Dive Brief:
- Oscar Mayer is calling attention to gender disparity in Hollywood with ads and a social media campaign around the Academy Awards this weekend, according to news emailed to Marketing Dive.
- The Kraft Heinz brand purchased digital out-of-home placements near the Dolby Theater, where the Oscars are hosted. Locations include Madame Tussauds, TCL Chinese Theatre and Cinegrill Hollywood. Additionally, the packaged foods marketer is deploying two Wienermobiles in the neighborhood, sporting custom wraps that reinforce the advantages that "directors with wieners" have, per the announcement.
- On social media, Oscar Mayer will broadcast a similar tongue-in-cheek message while sharing details on a new gender parity pledge that is part of the larger "Keep it Oscar" positioning the brand introduced last year. The label is committed to having at least half of its video content directed by women in 2022 and beyond.
Dive Insight:
Oscar Mayer is leveraging the Oscars this weekend to call out an enduring problem in Hollywood without sacrificing a focus on absurdist humor. The annual awards show frequently acts as a flashpoint for discourse around a lack of representation in the entertainment industry and among academy nominees. Jane Campion, the filmmaker behind one of this year's Oscar front-runners, "The Power of the Dog," is the first woman in history to be nominated twice for best director.

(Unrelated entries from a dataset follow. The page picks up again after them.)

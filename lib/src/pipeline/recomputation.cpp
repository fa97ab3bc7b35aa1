// The Recomputation (recomputation.hpp): finds the readings to redo, walks them in steps of one
// transaction, and keeps the record of the recomputation (recompute_record.cpp) current.
#include "stagewell/recomputation.hpp"

#include <fmt/format.h>

#include <algorithm>
#include <cmath>
#include <deque>
#include <map>

#include "recompute_record.hpp"
#include "stagewell/checks.hpp"
#include "stagewell/daily.hpp"
#include "stagewell/site_history.hpp"
#include "stagewell/timestamp.hpp"

namespace stagewell {
namespace {

// Readings given to the checks as context before the period: their window and, for flatline,
// as far back as a 1-minute logger's default flatline (the same bound as the ingest path's).
constexpr std::size_t kContextReadings = 4096;

// Flags that depend on when a reading arrived, not on its neighbours in time: kept as stored.
constexpr Flags kArrivalFlags =
    Flags(static_cast<std::uint32_t>(Flag::late) | static_cast<std::uint32_t>(Flag::future));

// |a - b| for discharges or volumes that may be missing: a value gained or lost counts whole.
double difference(std::optional<double> a, std::optional<double> b) {
  if (a && b) return std::fabs(*a - *b);
  if (a) return std::fabs(*a);
  if (b) return std::fabs(*b);
  return 0.0;
}

}  // namespace

struct Recomputation::State {
  const Config* config = nullptr;
  const SiteConfig* site = nullptr;
  SiteKey key;
  SiteHistory history;
  daily::DayCalendar calendar;
  daily::DayRules rules;
  RecomputationTotals totals;
  std::int64_t started_ms = 0;
  std::int64_t cursor_ms = 0;  // the next reading to walk is at or after this
  bool finished = false;
  bool broken = false;  // a step failed: the in-memory state is ahead of the database

  // The checks, fed in time order; `recent` re-seeds them where a change brings other checks.
  ChecksSpec checks;
  SiteChecker checker;
  std::deque<PastReading> recent;

  std::map<daily::Day, std::optional<double>> original_volume;  // m^3 or ft^3, before any step
  std::map<daily::Day, std::optional<double>> new_volume;
  RecomputeRecord record;

  State(SiteHistory h, daily::DayCalendar c, const SiteConfig& s)
      : history(std::move(h)), calendar(std::move(c)), checks(s.checks), checker(s.checks) {}

  void remember(std::int64_t time_ms, double stage) {
    recent.push_back({time_ms, stage});
    if (recent.size() > kContextReadings) recent.pop_front();
  }
};

Recomputation::Recomputation(std::unique_ptr<State> state) : state_(std::move(state)) {}
Recomputation::~Recomputation() = default;

bool Recomputation::done() const { return state_->finished; }
const RecomputationTotals& Recomputation::totals() const { return state_->totals; }
const std::string& Recomputation::site_id() const { return state_->site->id; }

Result<std::unique_ptr<Recomputation>> Recomputation::plan(Store& store, const Config& config,
                                                           std::string_view site_id,
                                                           std::int64_t now_ms,
                                                           std::int64_t from_ms,
                                                           std::int64_t to_ms) {
  const SiteConfig* site = config.find_site(site_id);
  if (site == nullptr) {
    return fail(ErrorKind::not_found,
                fmt::format("no site '{}' in {}", site_id, config.file.string()));
  }
  auto key = store.sites().ensure(site->id);
  if (!key) return std::unexpected(key.error());
  auto history = SiteHistory::open(store, *key, *site, config.units, now_ms);
  if (!history) return std::unexpected(history.error());
  auto zone = TimeZone::parse(config.timezone);
  if (!zone) return std::unexpected(zone.error());
  auto state =
      std::make_unique<State>(std::move(*history), daily::DayCalendar(std::move(*zone)), *site);
  state->config = &config;
  state->site = site;
  state->key = *key;
  state->rules = daily::rules_for(*site, config.daily);
  state->started_ms = now_ms;

  // The period: from the first to the last reading whose version is not its segment's.
  auto readings = store.readings();
  auto& totals = state->totals;
  for (const HistorySegment& segment : state->history.segments()) {
    const std::int64_t from = std::max(segment.from_ms, from_ms);
    const std::int64_t to = std::min(segment.to_ms, to_ms);
    if (from >= to) continue;
    auto found = readings.mismatched(*key, from, to, segment.version);
    if (!found) return std::unexpected(found.error());
    if (!*found) continue;
    totals.period_from_ms =
        std::min(totals.period_from_ms.value_or((*found)->first), (*found)->first);
    totals.period_to_ms =
        std::max(totals.period_to_ms.value_or((*found)->second), (*found)->second);
  }
  // A recomputation of this site stopped part-way: this run goes on with its row.
  auto earlier = store.recomputation_runs().unfinished(*key);
  if (!earlier) return std::unexpected(earlier.error());
  if (*earlier) state->record.resume((*earlier)->first, (*earlier)->second);
  if (!totals.period_from_ms) {
    state->finished = true;
    if (*earlier) {  // its rest was done by another run, or undone by a later configuration
      auto batch = store.begin();
      if (!batch) return std::unexpected(batch.error());
      auto marked = state->record.write(store, *batch, *key, now_ms, totals, now_ms);
      if (!marked) return std::unexpected(marked.error());
      if (auto committed = batch->commit(); !committed) return std::unexpected(committed.error());
    }
    return std::unique_ptr<Recomputation>(new Recomputation(std::move(state)));
  }
  auto count = readings.count(*key, *totals.period_from_ms, *totals.period_to_ms);
  if (!count) return std::unexpected(count.error());
  totals.readings_in_period = *count;
  state->cursor_ms = *totals.period_from_ms;

  // The checks' context: the readings before the period, with the checks in force at its start.
  state->checks = state->history.segment_at(*totals.period_from_ms).keys->checks;
  state->checker = SiteChecker(state->checks);
  auto before = readings.recent(*key, *totals.period_from_ms - 1, kContextReadings);
  if (!before) return std::unexpected(before.error());
  for (const auto& reading : *before) {
    if (!reading.flags.has(Flag::future)) state->remember(reading.time_ms, reading.stage);
  }
  const std::vector<PastReading> seed(state->recent.begin(), state->recent.end());
  state->checker.seed(seed);
  return std::unique_ptr<Recomputation>(new Recomputation(std::move(state)));
}

Result<void> Recomputation::step(Store& store, std::int64_t max_readings) {
  State& s = *state_;
  if (s.broken) return fail(ErrorKind::invalid_argument, "a failed recomputation cannot go on");
  if (s.finished) return {};
  s.broken = true;  // until this step is committed
  auto batch = store.begin();
  if (!batch) return std::unexpected(batch.error());
  auto readings = store.readings();

  std::vector<StoredReading> stored;
  if (auto read =
          readings.range(s.key, s.cursor_ms, *s.totals.period_to_ms,
                         static_cast<std::size_t>(std::max<std::int64_t>(max_readings, 1)), stored);
      !read) {
    return read;
  }
  // New values in memory first: a spike is recognised a few readings later and flags readings
  // before it, which may be in this step (or, at its start, in the step before).
  std::vector<ComputedReading> computed;
  computed.reserve(stored.size());
  for (const StoredReading& reading : stored) {
    const ChecksSpec& in_force = s.history.segment_at(reading.time_ms).keys->checks;
    if (!(in_force == s.checks)) {  // a change brings other checks: same context, new rules
      s.checks = in_force;
      s.checker = SiteChecker(s.checks);
      const std::vector<PastReading> seed(s.recent.begin(), s.recent.end());
      s.checker.seed(seed);
    }
    Flags checked;
    std::optional<PastReading> previous;
    if (reading.flags.has(Flag::future)) {
      // Changes no check state, as at ingest; only the range check is its own.
      SiteChecker alone(s.checks);
      checked = alone.check(reading.time_ms, reading.stage, reading.time_ms).flags;
    } else {
      // In time order and "now" at the reading: neither late nor future can arise here.
      const CheckResult result = s.checker.check(reading.time_ms, reading.stage, reading.time_ms);
      checked = result.flags;
      previous = result.previous;
      for (const EarlierFlag& earlier : result.earlier) {
        const auto it = std::lower_bound(
            stored.begin(), stored.end(), earlier.time_ms,
            [](const StoredReading& r, std::int64_t time) { return r.time_ms < time; });
        const auto index = static_cast<std::size_t>(it - stored.begin());
        if (it != stored.end() && it->time_ms == earlier.time_ms && index < computed.size()) {
          computed[index].flags |= earlier.flags;
        } else if (earlier.time_ms >= *s.totals.period_from_ms) {
          auto done = readings.rewrite_flags(*batch, s.key, earlier.time_ms, earlier.flags);
          if (!done) return done;
        }
      }
      s.remember(reading.time_ms, reading.stage);
    }
    Flags kept = reading.flags;
    kept = Flags(kept.bits() & kArrivalFlags.bits());
    checked |= kept;
    computed.push_back(s.history.compute(reading.time_ms, reading.stage, checked, previous));
  }

  std::optional<std::int64_t> first_changed;
  std::optional<std::int64_t> last_changed;
  for (std::size_t i = 0; i < stored.size(); ++i) {
    const StoredReading& old = stored[i];
    const ComputedReading& now = computed[i];
    // readings_changed counts what the recomputations view says: depth, discharge or flags. A
    // band or Jones estimate that changes alone is written too, and its days refreshed (their band
    // volumes), without counting.
    const bool values_changed =
        old.depth != now.depth || old.discharge != now.discharge || !(old.flags == now.flags);
    const bool estimates_changed =
        old.band != now.band || old.discharge_jones != now.discharge_jones;
    const bool version_changed = old.config != now.config;
    if (!values_changed && !estimates_changed && !version_changed) continue;
    if (auto done = readings.rewrite(*batch, s.key, old.time_ms, now); !done) return done;
    if (version_changed) {
      ++s.totals.readings_recomputed;
      s.record.saw(old.config, now.config, old.time_ms);
    }
    if (values_changed) {
      ++s.totals.readings_changed;
      s.totals.max_discharge_change =
          std::max(s.totals.max_discharge_change, difference(old.discharge, now.discharge));
    }
    if (values_changed || estimates_changed) {
      if (!first_changed) first_changed = old.time_ms;
      last_changed = old.time_ms;
    }
  }

  // The local days the changed readings can reach (daily_keeper.hpp: t +- max_gap).
  if (first_changed) {
    const daily::Day first = s.calendar.day_of(*first_changed - s.rules.max_gap_ms);
    const daily::Day last = s.calendar.day_of(*last_changed + s.rules.max_gap_ms);
    auto figures_table = store.daily();
    auto old_days = figures_table.days(s.key, first, last);
    if (!old_days) return std::unexpected(old_days.error());
    for (daily::Day day = first; day <= last; ++day) s.original_volume.try_emplace(day);
    for (const auto& figures : *old_days) {
      auto& original = s.original_volume[figures.day];
      if (!s.new_volume.contains(figures.day)) original = figures.volume;
    }
    auto day_readings =
        readings.day_readings(s.key, s.calendar.start_ms(first) - s.rules.max_gap_ms,
                              s.calendar.start_ms(last + 1) + s.rules.max_gap_ms);
    if (!day_readings) return std::unexpected(day_readings.error());
    for (daily::Day day = first; day <= last; ++day) {
      const daily::DayFigures figures = daily::compute_day(*day_readings, day, s.calendar, s.rules);
      if (auto done = figures_table.write_day(*batch, s.key, figures); !done) return done;
      s.new_volume[day] = figures.volume;
    }
    double largest = 0.0;
    for (const auto& [day, volume] : s.new_volume) {
      largest = std::max(largest, difference(volume, s.original_volume[day]));
    }
    s.totals.max_daily_volume_change = largest;
    s.totals.days_refreshed = static_cast<std::int64_t>(s.new_volume.size());
  }

  s.totals.readings_walked += static_cast<std::int64_t>(stored.size());
  const bool last_step = static_cast<std::int64_t>(stored.size()) < max_readings ||
                         stored.empty() || stored.back().time_ms >= *s.totals.period_to_ms;
  if (s.record.any()) {
    // Finished: the wall clock, never before the start (which a test's clock may set ahead).
    const auto finished =
        last_step ? std::optional(std::max(system_now_ms(), s.started_ms)) : std::nullopt;
    if (auto done = s.record.write(store, *batch, s.key, s.started_ms, s.totals, finished); !done) {
      return done;
    }
  }
  if (auto committed = batch->commit(); !committed) return committed;
  s.broken = false;
  if (last_step) {
    s.finished = true;
  } else {
    s.cursor_ms = stored.back().time_ms + 1;
  }
  return {};
}

}  // namespace stagewell
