#include "stagewell/line_intake.hpp"

#include <utility>
#include <variant>

namespace stagewell {

Result<LineIntake> LineIntake::create(const SourceSpec& spec, std::string source_name,
                                      Ingestor& ingestor) {
  auto parser = RecordParser::create(
      spec, [&ingestor](std::string_view site) { return ingestor.has_site(site); });
  if (!parser) return std::unexpected(parser.error());
  return LineIntake(std::move(source_name), ingestor, std::move(*parser));
}

LineIntake::LineIntake(std::string source_name, Ingestor& ingestor, RecordParser parser)
    : source_name_(std::move(source_name)), ingestor_(&ingestor), parser_(std::move(parser)) {}

Result<LineOutcome> LineIntake::take(const Line& line) {
  ParsedLine parsed = parser_.parse_line(line);
  const SourcePosition at{source_name_, line.number, line.text};
  LineOutcome out;
  if (const auto* record = std::get_if<Record>(&parsed)) {
    auto reading = ingestor_->reading(*record, at);
    if (!reading) return std::unexpected(std::move(reading.error()));
    switch (reading->kind) {
      case ReadingOutcome::Kind::stored:
        out.kind = LineOutcome::Kind::stored;
        break;
      case ReadingOutcome::Kind::duplicate:
        out.kind = LineOutcome::Kind::repeat;
        break;
      case ReadingOutcome::Kind::conflict:
        out.kind = LineOutcome::Kind::conflict;
        break;
      case ReadingOutcome::Kind::rejected:
        out.kind = LineOutcome::Kind::rejected;
        break;
    }
    out.reject_kind = reading->reject_kind;
    out.reason = std::move(reading->reason);
    return out;
  }
  if (auto* rejected = std::get_if<LineReject>(&parsed)) {
    out.kind = LineOutcome::Kind::rejected;
    out.reject_kind = name(rejected->kind);
    out.reason = std::move(rejected->reason);
  } else if (auto* error = std::get_if<Error>(&parsed)) {
    // No usable header: the stream cannot be read, but every line is kept so that nothing is lost.
    out.kind = LineOutcome::Kind::rejected;
    out.reject_kind = "bad_header";
    out.reason = std::move(error->message);
  } else {
    return out;  // a header, blank or comment line
  }
  if (auto kept = ingestor_->reject(out.reject_kind, out.reason, at); !kept) {
    return std::unexpected(std::move(kept.error()));
  }
  return out;
}

void LineIntake::skip(const Line& line) {
  if (!has_header()) parser_.parse_line(line);
}

void LineIntake::assume_header(std::string_view header) {
  parser_.parse_line(Line{header, 0, false});
}

}  // namespace stagewell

In copy attached to the campaign, Oscar Mayer cited the statistic that "directors with wieners are 46x more likely to win than women," which is derived from The Academy's own awards database, a spokesperson said. Whether consumers will be receptive to a brand like Oscar Mayer tackling sensitive subject matters with a flip attitude remains to be seen.

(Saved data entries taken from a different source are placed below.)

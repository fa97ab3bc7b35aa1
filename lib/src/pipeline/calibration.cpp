#include "stagewell/calibration.hpp"

#include <fmt/format.h>

#include <boost/math/distributions/students_t.hpp>
#include <cmath>
#include <utility>  // before Boost (see DEVELOPERS.md)

#include "stagewell/timestamp.hpp"

namespace stagewell {
namespace {

// 100 (Qm − Qc) / Qc, root mean square over the points, Qc divided by `factor`.
double rms_difference_percent(std::span<const CalibrationPoint> points, double factor) {
  double sum = 0.0;
  for (const auto& p : points) {
    const double computed = p.computed / factor;
    const double difference = 100.0 * (p.measured - computed) / computed;
    sum += difference * difference;
  }
  return std::sqrt(sum / static_cast<double>(points.size()));
}

}  // namespace

Result<RoughnessFit> fit_roughness(std::span<const CalibrationPoint> points) {
  if (points.size() < kMinCalibrationPoints) {
    return fail(ErrorKind::invalid_argument,
                fmt::format("{} usable gauging{}: a roughness fit needs at least {}", points.size(),
                            points.size() == 1 ? "" : "s", kMinCalibrationPoints));
  }
  for (const auto& p : points) {
    if (!(std::isfinite(p.measured) && std::isfinite(p.computed) && p.measured > 0.0 &&
          p.computed > 0.0)) {
      return fail(ErrorKind::invalid_argument,
                  "the gauging at " + format_timestamp_utc(p.time_ms) +
                      " has a measured or computed discharge that is not a positive number");
    }
  }
  const double count = static_cast<double>(points.size());
  // Two passes (mean, then squared deviations): no cancellation for log ratios close together.
  double sum = 0.0;
  for (const auto& p : points) sum += std::log(p.computed / p.measured);
  const double mean = sum / count;
  double squares = 0.0;
  for (const auto& p : points) {
    const double deviation = std::log(p.computed / p.measured) - mean;
    squares += deviation * deviation;
  }
  const double deviation = std::sqrt(squares / (count - 1.0));
  const boost::math::students_t distribution(count - 1.0);
  const double t = boost::math::quantile(distribution, 0.975);
  const double half_width = t * deviation / std::sqrt(count);

  RoughnessFit fit;
  fit.count = points.size();
  fit.factor = std::exp(mean);
  fit.factor_low = std::exp(mean - half_width);
  fit.factor_high = std::exp(mean + half_width);
  fit.rms_difference_percent_before = rms_difference_percent(points, 1.0);
  fit.rms_difference_percent_after = rms_difference_percent(points, fit.factor);
  return fit;
}

std::string roughness_change_yaml(std::int64_t from_ms, std::span<const double> scaled_roughness) {
  std::string values;
  for (double n : scaled_roughness) {
    if (!values.empty()) values += ", ";
    values += fmt::format("{:.4g}", n);
  }
  if (scaled_roughness.size() != 1) values = "[" + values + "]";
  return fmt::format("      - from: {}\n        roughness: {}\n", format_timestamp_utc(from_ms),
                     values);
}

}  // namespace stagewell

The deliberate pot-stirring could generate social media chatter for the packaged foods marketer regardless, while also serving as a launchpad for its own pledges around hiring more women to helm video content. Oscar Mayer is including all directors who identify as women as part of the initiative.
Oscar Mayer said it started putting a greater emphasis on diversity across all aspects of its business last year with the debut of "Keep it Oscar." The brand platform, its first major creative effort developed with agency of record Johannes Leonardo, has strayed from traditional storytelling in favor of marketing that is meant to evoke pop art. Earlier this year, Oscar Mayer sold face masks with the appearance of bologna as a way to mock self-care trends. The lunch meat-inspired products were made with beauty and skincare brand Seoul Mamas and sold on Amazon for a limited time.

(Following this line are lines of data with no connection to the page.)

#include "stagewell/gaugings.hpp"

#include <fmt/format.h>

#include <algorithm>
#include <cmath>

#include "stagewell/timestamp.hpp"
#include "stagewell/uncertainty.hpp"

namespace stagewell {

std::size_t main_subsection(const SectionSpec& section) {
  if (section.shape != Shape::surveyed || section.breaks.empty() || section.points.empty()) {
    return 0;
  }
  // The middle of the first stretch of bed at the lowest elevation: a flat channel bottom often
  // starts and ends on the breaks that bound the channel, so its ends alone would not say which
  // side of a break it lies on.
  const auto& points = section.points;
  const auto lowest =
      std::min_element(points.begin(), points.end(),
                       [](const auto& a, const auto& b) { return a.second < b.second; });
  auto last = lowest;
  while (std::next(last) != points.end() && std::next(last)->second == lowest->second) ++last;
  const double station = 0.5 * (lowest->first + last->first);
  // Breaks lie strictly inside the section, in increasing order: those before the station count
  // the subsections to its left (a station on a break belongs to the subsection left of it).
  return static_cast<std::size_t>(std::count_if(section.breaks.begin(), section.breaks.end(),
                                                [station](double at) { return at < station; }));
}

double main_roughness(const SiteConfig& keys) {
  const std::size_t main = main_subsection(keys.section);
  return keys.roughness.at(std::min(main, keys.roughness.size() - 1));
}

GaugingEvaluation evaluate_gauging(const SiteHistory& history, std::int64_t time_ms, double stage) {
  const HistorySegment& segment = history.segment_at(time_ms);
  // The checks' stage range is where the configuration says a stage is plausible: outside it the
  // readings get no discharge, and neither does a gauging.
  Flags checked;
  const ChecksSpec& checks = segment.keys->checks;
  if ((checks.min_stage && stage < *checks.min_stage) ||
      (checks.max_stage && stage > *checks.max_stage)) {
    checked.set(Flag::out_of_range);
  }
  const ComputedReading computed = history.compute(time_ms, stage, checked);
  GaugingEvaluation out;
  out.flags = computed.flags;
  out.stored.config = computed.config;
  out.stored.roughness = main_roughness(*segment.keys);
  if (computed.discharge && std::isfinite(*computed.discharge)) {
    out.stored.computed = computed.discharge;
  }
  return out;
}

std::optional<std::string> calibration_exclusion(const GaugingRecord& record, Flags flags) {
  if (flags.has(Flag::out_of_range)) {
    return "out_of_range: the stage is outside the site's min_stage..max_stage";
  }
  if (flags.has(Flag::above_section)) return "above_section: the stage is above the section's top";
  if (flags.has(Flag::surcharged)) return "surcharged: the pipe is flowing full";
  if (flags.has(Flag::below_zero_flow))
    return "below_zero_flow: the stage is at or below zero flow";
  if (!record.computed || !(*record.computed > 0.0)) return "no computed discharge above 0";
  if (!(record.measured > 0.0)) return "the measured discharge is 0";
  return std::nullopt;
}

Result<std::optional<double>> interpolated_stage(Store& store, SiteKey site, std::int64_t time_ms,
                                                 std::int64_t max_gap_ms, std::string& why) {
  auto readings = store.readings();
  auto before = readings.recent(site, time_ms, 1);
  if (!before) return std::unexpected(before.error());
  if (before->empty() || before->back().time_ms < time_ms - max_gap_ms) {
    why = fmt::format(
        "no stage given and no stored reading in the {} s before it to interpolate from",
        max_gap_ms / 1000);
    return std::optional<double>{};
  }
  const StoredReading& left = before->back();
  if (left.time_ms == time_ms) return std::optional<double>(left.stage);
  std::vector<StoredReading> after;
  if (auto found = readings.range(site, time_ms, time_ms + max_gap_ms, 1, after); !found) {
    return std::unexpected(found.error());
  }
  if (after.empty()) {
    why = fmt::format("no stage given and no stored reading in the {} s after it to interpolate to",
                      max_gap_ms / 1000);
    return std::optional<double>{};
  }
  const StoredReading& right = after.front();
  const double fraction = static_cast<double>(time_ms - left.time_ms) /
                          static_cast<double>(right.time_ms - left.time_ms);
  return std::optional<double>(left.stage + (right.stage - left.stage) * fraction);
}

Result<std::vector<EvaluatedGauging>> refresh_gaugings(Store& store, const SiteHistory& history,
                                                       SiteKey site, std::int64_t from_ms,
                                                       std::int64_t to_ms) {
  auto stored = store.gaugings().range(site, from_ms, to_ms);
  if (!stored) return std::unexpected(stored.error());
  std::vector<EvaluatedGauging> out;
  out.reserve(stored->size());
  std::optional<WriteBatch> batch;
  for (auto& record : *stored) {
    const GaugingEvaluation evaluation = evaluate_gauging(history, record.time_ms, record.stage);
    const GaugingComputed was{record.computed, record.roughness, record.config};
    if (!(was == evaluation.stored)) {
      if (!batch) {
        auto begun = store.begin();
        if (!begun) return std::unexpected(begun.error());
        batch.emplace(std::move(*begun));
      }
      if (auto set = store.gaugings().set_computed(*batch, site, record.time_ms, evaluation.stored);
          !set) {
        return std::unexpected(set.error());
      }
      record.computed = evaluation.stored.computed;
      record.roughness = evaluation.stored.roughness;
      record.config = evaluation.stored.config;
    }
    out.push_back({std::move(record), evaluation.flags});
  }
  if (batch) {
    if (auto committed = batch->commit(); !committed) return std::unexpected(committed.error());
  }
  return out;
}

Result<std::vector<GaugingImport>> import_gaugings(Store& store, const SiteHistory& history,
                                                   SiteKey site, std::span<const GaugingLine> lines,
                                                   double default_uncertainty,
                                                   std::int64_t now_ms) {
  std::vector<GaugingImport> out;
  auto batch = store.begin();
  if (!batch) return std::unexpected(batch.error());
  for (const GaugingLine& line : lines) {
    GaugingImport result{.line_number = line.line_number};
    std::optional<double> stage = line.stage;
    if (!stage) {
      const double max_gap_s = history.segment_at(line.time_ms).keys->checks.max_gap_s;
      const auto max_gap_ms = static_cast<std::int64_t>(std::llround(max_gap_s * 1000.0));
      std::string why;
      auto found = interpolated_stage(store, site, line.time_ms, max_gap_ms, why);
      if (!found) return std::unexpected(found.error());
      if (!*found) {
        result.refused = why;
        out.push_back(std::move(result));
        continue;
      }
      stage = *found;
      result.stage_interpolated = true;
    }
    auto existing = store.gaugings().range(site, line.time_ms, line.time_ms);
    if (!existing) return std::unexpected(existing.error());
    result.replaced = !existing->empty();
    const GaugingEvaluation evaluation = evaluate_gauging(history, line.time_ms, *stage);
    GaugingRecord record{.site = site,
                         .time_ms = line.time_ms,
                         .stage = *stage,
                         .stage_interpolated = result.stage_interpolated,
                         .measured = line.discharge,
                         .uncertainty = line.uncertainty.value_or(default_uncertainty),
                         .method = line.method,
                         .note = line.note,
                         .computed = evaluation.stored.computed,
                         .roughness = evaluation.stored.roughness,
                         .config = evaluation.stored.config,
                         .imported_ms = now_ms};
    if (auto put = store.gaugings().put(*batch, record); !put) return std::unexpected(put.error());
    out.push_back(std::move(result));
  }
  if (auto committed = batch->commit(); !committed) return std::unexpected(committed.error());
  return out;
}

std::vector<plot::RatingCurvePoint> rating_curve(const SiteHistory& history, units::System system,
                                                 std::int64_t time_ms, std::size_t count) {
  const HistorySegment& segment = history.segment_at(time_ms);
  const SiteConfig& keys = *segment.keys;
  const double correction = segment.correction ? segment.correction->at(time_ms) : 0.0;
  const auto channel = make_channel(keys, system);
  // Raw stages: the stage that, corrected, reads the depth.
  double low = keys.stage_for_depth(0.0, system) - correction;
  double high = keys.stage_for_depth(channel->section().top_depth(), system) - correction;
  if (keys.checks.min_stage) low = std::max(low, *keys.checks.min_stage);
  if (keys.checks.max_stage) high = std::min(high, *keys.checks.max_stage);
  if (!(high > low)) high = low + 1.0;
  count = std::max<std::size_t>(count, 2);
  std::vector<plot::RatingCurvePoint> out;
  for (std::size_t i = 0; i < count; ++i) {
    const double stage =
        low + (high - low) * static_cast<double>(i) / static_cast<double>(count - 1);
    const ComputedReading computed = history.compute(time_ms, stage, Flags{});
    plot::RatingCurvePoint point{.stage = stage, .discharge = computed.discharge.value_or(0.0)};
    // The band as the readings get it (uncertainty.hpp): none at zero depth, where it is 0 wide.
    std::optional<double> band;
    if (computed.depth > 0.0) {
      band = relative_band(stage_response(*channel, computed.depth), keys.uncertainty,
                           units::to_m(keys.stage.units) / units::length_to_m(system));
    }
    point.low = band_low(computed.discharge, band);
    point.high = band_high(computed.discharge, band);
    out.push_back(point);
  }
  return out;
}

}  // namespace stagewell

The two-pronged approach of more culturally tuned-in marketing that's also purposeful aims to give Oscar Mayer a sales boost after years of standing as a laggard at Kraft Heinz. Several years ago, Kraft Heinz wrote down the value of its Kraft and Oscar Mayer brands by $15.4 billion.
Like many packaged foods companies, Kraft Heinz has felt the pinch of inflation and a chaotic supply chain in recent months. The company has mulled again hiking prices in the face of such pressures but is investing in "better creative and communication" to drive continued relevance with consumers, executives have said.